Smaller SV diameters but larger SV clouds around type I VHC ribbons close to filamentous structures. (A–F) Boxplots present the data for SV counts, their density and diameter measurements for attached and floating ribbons, respectively. (G) Electron micrographs from 2D TEM data display accumulations of filamentous cytoskeletal structures (yellow arrowheads) in type I VHCs of older ages, which were regularly detected nearby ribbon clusters (red arrowheads) with their corresponding excessive clouds of SVs. For more detailed information see Supplementary Tables S7, S8.

FIGURE 6

Enlargement of mitochondrial volume with advancing age. (A,B) Representative 3D segmentations of mitochondria in type I and II VHCs at indicated ages. (C,D) Single sections from the large FIB-SEM datasets illustrating the mitochondrial size difference between type I and type II VHCs. Insets illustrate 3D reconstruction of the individual mitochondrion. (E) Analysis of the mean mitochondrial volumes (indicated by black and white stars) presents a consistent trend of larger mitochondria in mature animals. However, no statistically significant difference was detected for type I VHCs when comparing the related data for both age groups. (F) Percentage of mitochondria within <500 nm of the closest ribbon in both age groups and VHC types. (G) Nearest neighbor distance (NND) of mitochondria-proximal ribbons (located <500 nm to the closest mitochondrion), n. s. p > 0.05 (t-test). P15 type I = 3 VHCs, N = 2 animals; P15 type II = 1 VHC, N = 1 animal; 8 mo type I = 4 VHCs, N = 2 animals; 8 mo type II = 2 VHCs, N = 2 animals.

FIGURE 7

NanoSIMS analysis of VHC ribbons. (A,B) To measure protein turnover in VHCs, newly synthesized cellular components were labeled with ¹⁵N via a modified diet. 10–14 months old wild-type mice were subjected to this diet for 14 days, before dissecting the VHCs and imaging them first in TEM and then in NanoSIMS. The arrowheads point to several ribbons, with (A) indicating a type II VHC and (B) a type I VHC. In (A) the topmost ribbon is membrane-attached, while the other two are floating. In (B), all six ribbons are floating in the cytosol.

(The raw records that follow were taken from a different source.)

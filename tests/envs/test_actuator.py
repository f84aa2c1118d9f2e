"""The actuator: clip, then rate, then resolution."""

import numpy as np
import pytest

from idlearn.envs import Actuator
from idlearn.errors import InputError
from idlearn.logs import Signal


def one(
    low: float = -np.inf, high: float = np.inf, rate: float = np.inf, step: float = 0.0
) -> Actuator:
    return Actuator(np.array([low]), np.array([high]), np.array([rate]), np.array([step]))


def test_order_is_clip_rate_quantise() -> None:
    a = one(0.0, 10.0, 3.0, 0.5)
    previous = np.array([[4.1], [9.0], [1.0], [4.1]])
    asked = np.array([[50.0], [50.0], [-50.0], [4.3]])
    # by hand: 50 -> 10 -> 7.1 -> 7.0;  50 -> 10 -> 10 -> 10;  -50 -> 0 -> 0;  4.3 -> 4.5
    assert a.apply(asked, previous)[:, 0].tolist() == [7.0, 10.0, 0.0, 4.5]


def test_resolution_never_leaves_the_limits() -> None:
    a = one(0.1, 0.95, step=0.3)  # steps at 0.3, 0.6, 0.9; the limits themselves can be held
    asked = np.array([[0.0], [0.2], [0.94], [2.0]])
    np.testing.assert_allclose(a.apply(asked, asked)[:, 0], [0.1, 0.3, 0.9, 0.9], atol=1e-15)


def test_no_number_holds_the_previous_and_infinity_is_a_limit() -> None:
    a = one(-2.0, 3.0)
    asked = np.array([[np.nan], [np.inf], [-np.inf]])
    assert a.apply(asked, np.ones((3, 1)))[:, 0].tolist() == [1.0, 3.0, -2.0]


def test_limits_come_from_the_signals() -> None:
    valve = Signal(name="v", role="actuator", low=5.0, high=95.0, rate_per_s=2.0, resolution=0.1)
    a = Actuator.of((valve, Signal(name="w", role="actuator")), 5.0)
    assert a.low.tolist() == [5.0, -np.inf]
    assert a.high.tolist() == [95.0, np.inf]
    assert a.rate.tolist() == [10.0, np.inf]
    assert a.resolution.tolist() == [0.1, 0.0]


def test_free_actuator_changes_nothing() -> None:
    asked = np.array([[1e9, -3.3]])
    np.testing.assert_array_equal(Actuator.free(2).apply(asked, np.zeros((1, 2))), asked)


def test_refused_limits() -> None:
    with pytest.raises(InputError, match=r"low \[2.0\], high \[1.0\].* leave no room"):
        one(2.0, 1.0)
    with pytest.raises(InputError, match="leave no room"):
        one(rate=0.0)
    with pytest.raises(InputError, match="could never move"):
        one(rate=0.5, step=1.0)


def test_slowest_actuator_that_is_let_through_does_move() -> None:
    a = one(rate=0.51, step=1.0)
    assert a.apply(np.array([[9.0]]), np.zeros((1, 1)))[0, 0] == 1.0
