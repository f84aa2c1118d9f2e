"""Many candidates at once against one at a time."""

from dataclasses import replace
from types import SimpleNamespace

import numpy as np
import pytest

from idlearn.budget import Budget, BudgetSpent
from idlearn.control import LinearController
from idlearn.envs import (
    LinearPlant,
    Robustness,
    Scenario,
    TrialGround,
    make_streams,
    pessimistic,
    run_costs,
    run_forms,
    run_one,
    simulate,
)


@pytest.fixture
def ground(make: SimpleNamespace) -> TrialGround:
    """Three plants, two lengths of episode, three seeds."""
    streams = make_streams(
        [
            Scenario(name="a", duration_s=40, setpoint={"y0": ((0, 0), (9, 1))}),
            Scenario(name="b", duration_s=25, input_disturbance={"u0": ((5, 1),)}),
        ],
        purpose="test", seeds=range(3), seed=2, sample_time_s=1.0, outputs=["y0"],
        controlled=(0,), rest=[0.0], actuators=["u0"],
    )  # fmt: skip
    plants = make.ensemble(make.lag(0.9), make.lag(0.8), make.lag(0.7, gain=1.0))
    return TrialGround(plants, streams, make.loop())


def test_candidates_at_once_equal_candidates_alone(
    make: SimpleNamespace, ground: TrialGround
) -> None:
    forms = [make.pi_form(0.1 * i, 0.05 * i, limit=1.0 + 0.3 * i) for i in range(1, 5)]
    together = run_forms(ground, forms)
    assert together.shape == (4, 3, 6)
    for i, form in enumerate(forms):
        controller = LinearController(form, ground.loop.layout, 1.0)
        np.testing.assert_allclose(together[i], run_costs(ground, controller), rtol=1e-12)
        np.testing.assert_allclose(together[i], run_forms(ground, [form])[0], rtol=1e-12)
    # and one plant, one stream, one candidate: the last of everything
    last = ground.streams[1]
    one = simulate(
        LinearPlant(ground.ensemble.take([2])), LinearController(forms[3], ground.loop.layout, 1.0),
        last.take(np.array([2])), ground.loop,
    )  # fmt: skip
    assert together[3, 2, 5] == pytest.approx(one.cost[0, 0], rel=1e-12)


def test_streams_come_in_the_order_of_their_groups(
    make: SimpleNamespace, ground: TrialGround
) -> None:
    rollouts = run_one(ground, make.pi(0.3, 0.1))
    costs = run_costs(ground, make.pi(0.3, 0.1))
    assert [len(r.cost) for r in rollouts] == [9, 9]
    assert ground.streams[0].n_samples == 25
    np.testing.assert_array_equal(costs[:, :3], rollouts[0].cost.reshape(3, 3))
    np.testing.assert_array_equal(costs[:, 3:], rollouts[1].cost.reshape(3, 3))


def test_every_candidate_is_charged(make: SimpleNamespace, ground: TrialGround) -> None:
    assert ground.steps == 3 * 3 * (40 + 25)
    budget = Budget(3 * ground.steps)
    forms = [make.pi_form(0.1, 0.1), make.pi_form(0.2, 0.1)]
    run_forms(ground, forms, budget=budget)
    assert budget.spent == 2 * ground.steps
    run_costs(ground, make.pi(0.3, 0.1), budget=budget)
    assert budget.left == 0
    with pytest.raises(BudgetSpent, match="0 left"):
        run_costs(ground, make.pi(0.3, 0.1), budget=budget)


def test_stress_reaches_the_plants(make: SimpleNamespace, ground: TrialGround) -> None:
    plain = run_costs(ground, make.pi(0.3, 0.1))
    louder = run_costs(replace(ground, noise=2.0), make.pi(0.3, 0.1))
    later = run_costs(replace(ground, extra_delay_samples=2), make.pi(0.3, 0.1))
    assert louder.mean() > plain.mean()
    assert later.mean() > plain.mean()
    twice = replace(ground, ensemble=make.ensemble(
        make.lag(0.9, gain=4.0), make.lag(0.8, gain=4.0), make.lag(0.7, gain=2.0)))  # fmt: skip
    np.testing.assert_allclose(
        run_costs(replace(ground, gain=2.0), make.pi(0.3, 0.1)),
        run_costs(twice, make.pi(0.3, 0.1)), rtol=1e-12,
    )  # fmt: skip


def test_pessimism_is_half_mean_half_worst_tenth() -> None:
    per_plant = np.arange(1.0, 21.0)
    costs = np.stack([per_plant, per_plant[::-1]])[:, :, None] * np.array([0.5, 1.5])
    # by hand: mean 10.5; the worst tenth of 20 plants are 19 and 20, mean 19.5
    np.testing.assert_allclose(pessimistic(costs), [15.0, 15.0])
    assert pessimistic(np.full((1, 3, 2), 4.0))[0] == 4.0


def test_robustness_penalty() -> None:
    limit = Robustness(peak=2.0, share=0.9)
    nine = np.full((1, 10), 1.5)
    nine[0, 0] = np.inf  # one plant of ten may break the limit
    assert limit.penalty(nine).tolist() == [1.0]
    nine[0, 1] = 3.0
    assert limit.penalty(nine)[0] == pytest.approx(2.0 + 10 * 0.5)
    broken = np.full((2, 4), 1.0)
    broken[0] = np.nan
    assert limit.penalty(broken)[0] > 1000
    assert limit.penalty(broken)[1] == 1.0
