#include "gainsay/estimation/box_step.h"

#include "gainsay/core/require.h"

#include <Eigen/Cholesky>

#include <algorithm>
#include <cmath>
#include <vector>

namespace gainsay::estimation {
namespace {

using Indices = std::vector<Eigen::Index>;

enum class Place : char { Free, AtLow, AtHigh };

/// A multiplier counts as zero below this share of the sizes it is a difference of.
constexpr double kNoMultiplier = 1e-12;

/// One solution in progress: the point, and which of its coordinates are held at a bound.
struct ActiveSet {
  const Eigen::MatrixXd& A;
  const Eigen::VectorXd& g;
  const Eigen::VectorXd& low;
  const Eigen::VectorXd& high;
  Eigen::VectorXd p;
  std::vector<Place> places;

  Indices free() const {
    Indices all;
    for (Eigen::Index i = 0; i < p.size(); ++i) {
      if (places[static_cast<std::size_t>(i)] == Place::Free) all.push_back(i);
    }
    return all;
  }

  Eigen::VectorXd slope() const { return g + A * p; }

  /// The way to the minimiser over the free coordinates, the others staying where they are.
  Eigen::VectorXd way(const Indices& free) const {
    const Eigen::MatrixXd block = A(free, free);
    const Eigen::VectorXd right = -slope()(free);
    return block.ldlt().solve(right);
  }

  /// Goes that way as far as the box allows; holds the coordinate that stops it first. True if
  /// nothing did.
  bool advance(const Indices& free, const Eigen::VectorXd& way) {
    double share = 1.0;
    Eigen::Index stopper = -1;
    for (std::size_t k = 0; k < free.size(); ++k) {
      const Eigen::Index i = free[k];
      const double step = way[static_cast<Eigen::Index>(k)];
      if (step == 0.0) continue;
      const double room = (step > 0.0 ? high[i] - p[i] : low[i] - p[i]) / step;
      if (room < share) {
        share = room;
        stopper = i;
      }
    }
    for (std::size_t k = 0; k < free.size(); ++k) {
      const Eigen::Index i = free[k];
      const double to = p[i] + share * way[static_cast<Eigen::Index>(k)];
      if (i != stopper) p[i] = std::fmin(std::fmax(to, low[i]), high[i]);
    }
    if (stopper < 0) return true;
    const bool up = way[std::find(free.begin(), free.end(), stopper) - free.begin()] > 0.0;
    places[static_cast<std::size_t>(stopper)] = up ? Place::AtHigh : Place::AtLow;
    p[stopper] = up ? high[stopper] : low[stopper];
    return false;
  }

  /// Frees the held coordinate whose slope pulls hardest into the box; false if none does.
  bool release() {
    const Eigen::VectorXd pull = slope();
    double hardest = 0.0;
    Eigen::Index released = -1;
    for (Eigen::Index i = 0; i < p.size(); ++i) {
      const Place place = places[static_cast<std::size_t>(i)];
      if (place == Place::Free || low[i] == high[i]) continue;
      const double inward = place == Place::AtLow ? -pull[i] : pull[i];
      const double size = std::fabs(g[i]) + A.row(i).cwiseAbs().dot(p.cwiseAbs());
      // Compared in the units of the quadratic, so that coordinates of all sizes are alike.
      const double gain = inward * inward / A(i, i);
      if (inward > kNoMultiplier * size && gain > hardest) {
        hardest = gain;
        released = i;
      }
    }
    if (released < 0) return false;
    places[static_cast<std::size_t>(released)] = Place::Free;
    return true;
  }
};

}  // namespace

Eigen::VectorXd box_step(const Eigen::MatrixXd& A, const Eigen::VectorXd& g,
                         const Eigen::VectorXd& low, const Eigen::VectorXd& high) {
  const Eigen::Index n = g.size();
  GAINSAY_REQUIRE(A.rows() == n && A.cols() == n && low.size() == n && high.size() == n,
                  "the quadratic and the box have one size");
  GAINSAY_REQUIRE((low.array() <= 0.0).all() && (high.array() >= 0.0).all(),
                  "the box holds the origin");
  ActiveSet set{A,
                g,
                low,
                high,
                Eigen::VectorXd::Zero(n),
                std::vector<Place>(static_cast<std::size_t>(n), Place::Free)};
  // Each set is visited at most once in exact arithmetic, and few are in practice; the cap is for
  // rounding that makes one come back.
  const Eigen::Index rounds = 20 * (n + 1);
  for (Eigen::Index round = 0; round < rounds; ++round) {
    const Indices free = set.free();
    const bool arrived = free.empty() || set.advance(free, set.way(free));
    if (arrived && !set.release()) break;
  }
  return set.p;
}

}  // namespace gainsay::estimation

The ¹⁴N and ¹⁵N images indicate that the protein-dense ribbons are easily visualized in NanoSIMS, as bright (nitrogen-intense) spots. The ratio images show the ¹⁵N (newly synthesized) signal divided by the ¹⁴N (old) signal. The ribbons in (A) are considerably richer in ¹⁵N than the ones in (B). (C) The analysis for organs from animals fed with ¹⁵N for 14 days indicates the ¹⁵N/¹⁴N ratios for 13 attached ribbon and 40 floating ribbon measurements, from 15 series of NanoSIMS measurements, from 4 organs. The floating ribbons are substantially more enriched in ¹⁵N than mitochondria or heterochromatin (p < 0.0001, ANOVA test followed by post hoc Tukey test). The attached ribbons are also significantly more enriched in ¹⁵N than heterochromatin (p < 0.0001, ANOVA test followed by post hoc Tukey test). A similar analysis for organs from animals fed with ¹⁵N for 21 days shows that the ribbons are now substantially richer in ¹⁵N than all other cellular components (p < 0.0001, KW test with multiple comparison correction; 6 to 25 measurements). The attached ribbons low in ¹⁵N (old) have now disappeared, suggesting that ribbons are replaced on a 1–3-week timeline. N_{14 days} = 2 animals; N_{21 days} = 2 animals.

FIGURE 8

Schematic overview of utricular VHC ribbon synapse maturation and with advancing age. Summary of the main morphological observations during utricle development. While type II VHCs show very similar developmental events as detected in cochlear IHCs, type I VHCs undergo a distinct maturation process. Light blue: afferent contacts, red: synaptic ribbons (young/newly formed ribbons: transparent, old ribbons: opaque), yellow: SVs, magenta: presynaptic density, dark blue: PSD, light gray: mitochondria.